Grammy award-winning group Third Coast Percussion will give a free performance at the Carol Carter Recital Hall on Tuesday at 7:30 p.m as part of Georgia Southern University’s On The Verge music series.

The Chicago-based quartet, founded in 2005, is comprised of members David Skidmore, Robert Dillon, Peter Martin and Sean Connors, each of whom hold Master of Music degrees and have taught at various universities, according to the Third Coast Percussion website.

About Third Coast Percussion and ensemble member Robert Dillon

Dillon, ensemble member and development director, began playing percussion in his Michigan public school’s fourth grade band class. He said the wide variety of musical possibilities that percussion can create kept him interested.

“A friend in high school convinced me to join the local youth symphony, and then I fell in love with classical music, and decided to go to college for music,” Dillon said in an email. “In college, percussion ensemble music and contemporary music were amazing experiences, and luckily I met some other great percussionists who also loved this stuff, so we started this group together.”

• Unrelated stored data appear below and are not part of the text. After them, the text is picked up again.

"""Channels in three dimensions against what they must tend to: plain sections, the homogenised section, and our own
prototype's values (finite differences and harmonics extrapolated, confirmed by a coarse direct solve; not published)."""
import math
import unittest

import drive

OXIDE, SILICON = 1.444, 3.4757
TE = {'wavelength_nm': 1550, 'polarization': 'hy'}


def tooth(pitch, length, light=None, **more):
    along = {} if length is None else {'along_nm': [-length / 2, length / 2]}
    return {'format': 1, 'light': light or TE,
            'materials': {'oxide': drive.constant(OXIDE), 'si': drive.constant(SILICON)},
            'channel': {'pitch_nm': pitch, 'cladding': 'oxide',
                        'shapes': [{'rect': {'fill': 'si', 'width_nm': 450, 'height_nm': 220, **along}}]}, **more}


def index(problem, accuracy=1e-3):
    document = drive.run('index', problem, '--accuracy', str(accuracy), '--jobs', '1')
    (answer,) = document['results']
    modes = answer['points'][0]['modes']
    return modes[0] if modes else None


class Channels(unittest.TestCase):
    def test_uniform_channel_is_the_section(self):
        """Boundary integrals: 2.3528329627 (reference of the section solver)."""
        mode = index(tooth(200, None))
        found = mode['bloch_index']
        self.assertAlmostEqual(found['value'], 2.3528329627, delta=found['uncertainty'])
        self.assertEqual(mode['regime'], 'subwavelength')

    def test_prototype(self):
        """Index 1.6733 ± 2e-4 at k = 0.7 π/pitch."""
        problem = tooth(300, 150, {'polarization': 'hy'}, path=[{'at': [0.7, 0]}, {'at': [1, 0]}])
        document = drive.run('bands', problem, '--count', '1', '--points', '1', '--accuracy', '1e-3')
        (answer,) = document['results']
        self.assertEqual(answer['polarization'], 'te-like')
        frequency = answer['points'][0]['frequency'][0]
        found = 0.35 / frequency['value']
        self.assertAlmostEqual(found, 1.6733, delta=2e-4 + found * frequency['uncertainty'] / frequency['value'])

    def test_long_teeth_tend_to_the_wire(self):
        """The gap left is a perturbation of first order in its length."""
        mode = index(tooth(200, 199))
        found = mode['bloch_index']['value']
        self.assertLess(found, 2.3529)
        self.assertGreater(found, 2.33)

    def test_short_teeth_tend_to_the_cladding(self):
        """A tenth of silicon on average binds a te-like mode hardly at all: just above the cladding, or none."""
        mode = index(tooth(200, 40))
        if mode is not None:
            self.assertLess(mode['bloch_index']['value'], 1.46)
            self.assertGreater(mode['bloch_index']['value'] + mode['bloch_index']['uncertainty'], OXIDE)

    def test_short_pitches_tend_to_the_homogenised_section(self):
        """n = n0 + a pitch + b pitch²: at the sides of the row, where silicon alternates with oxide on one side only,
        lies a layer as thick as the pitch, which adds the first-order term (found: a = -2.1e-5/nm, b = 2.5e-7/nm²)."""
        layered = {'layered': {'films': [{'fill': 'si', 'thickness_nm': 0.1}, {'fill': 'oxide', 'thickness_nm': 0.1}]}}
        section = {'format': 1, 'light': TE,
                   'materials': {'oxide': drive.constant(OXIDE), 'si': drive.constant(SILICON), 'teeth': layered},
                   'section': {'cladding': 'oxide',
                               'shapes': [{'rect': {'fill': 'teeth', 'width_nm': 450, 'height_nm': 220}}]}}
        limit = drive.run('modes', section, '--count', '1', '--accuracy', '1e-4')
        limit = limit['results'][0]['points'][0]['modes'][0]['index']
        found = {pitch: index(tooth(pitch, pitch / 2))['bloch_index'] for pitch in (80, 120, 160)}
        # The polynomial through three values, at pitch 0.
        weight = {80: 6, 120: -8, 160: 3}
        start = sum(weight[pitch] * found[pitch]['value'] for pitch in weight)
        slack = sum(abs(weight[pitch]) * found[pitch]['uncertainty'] for pitch in weight)
        self.assertLess(slack, 2e-3)
        self.assertAlmostEqual(start, limit['value'], delta=slack + limit['uncertainty'])
        self.assertLess(abs(found[80]['value'] - limit['value']), 2e-4)
        self.assertGreater(found[160]['value'] - limit['value'], 2e-3)

    def test_facts_of_the_trade(self):
        """Common practice, no source: short teeth guide as a slow medium far below the wire's group index; teeth twice
        as long at the same duty no longer do."""
        wire, short, long = index(tooth(200, None)), index(tooth(300, 150)), index(tooth(600, 300))
        self.assertEqual(short['regime'], 'subwavelength')
        self.assertAlmostEqual(short['group_index']['value'], 2.43, delta=0.02)
        self.assertAlmostEqual(wire['group_index']['value'], 4.147, delta=0.01)
        self.assertTrue(long is None or long['regime'] in ('stop-band', 'radiating'))


if __name__ == '__main__':
    unittest.main()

In 2017, Third Coast Percussion won the Grammy Award for Best Chamber Music/Small Ensemble Performance for their album “Third Coast Percussion | Steve Reich.”

“[Winning a Grammy] was a totally surreal and insane experience,” Dillon said. “Third Coast Percussion had been around for 12 years, and a percussion ensemble had never won in the chamber music category before, so it felt like an accomplishment for all the percussion groups who’ve been working to champion this music for decades now. We also got to perform at the Grammy Premiere Ceremony with Ravi Coltrane. It was great.”

In addition to performing around the world, Third Coast Percussion is involved in community outreach, including activities for students on the Garrison School for the Arts and GS campuses Monday. Dillon said the day-to-day activities of his career are rewarding.

“Just having a performance that feels really great, or connecting with a group of school kids in a way that feels like you made an impact, or working with a composer and reading through really cool new music for the first time, or occasionally we get an email or letter from someone who tells us that we really made a difference in their life in some way or another, those are the things that make this really rewarding,” Dillon said.

Tuesday’s concert

“People should not miss this concert,” Dillon said. “There will be all sorts of interesting and beautiful sounds: drums, marimbas, tuned cowbells, Japanese singing bowls, amplified table tops. Every piece will be a new and interesting surprise.”

Admission for the event is free due to sponsorship from the Georgia Music Foundation, Braswell’s Food Company, Statesboro Properties and Citizens Bank, as well as the Campus Life Enrichment Committee and the College of Arts and Humanities at Georgia Southern, according to a press release from the Department of Music.

Dillon said, “I honestly think we’re a very unique performance experience that you don’t see every day, and there’s an energy and attention to detail we bring to our concerts that I think really make an impression on people.”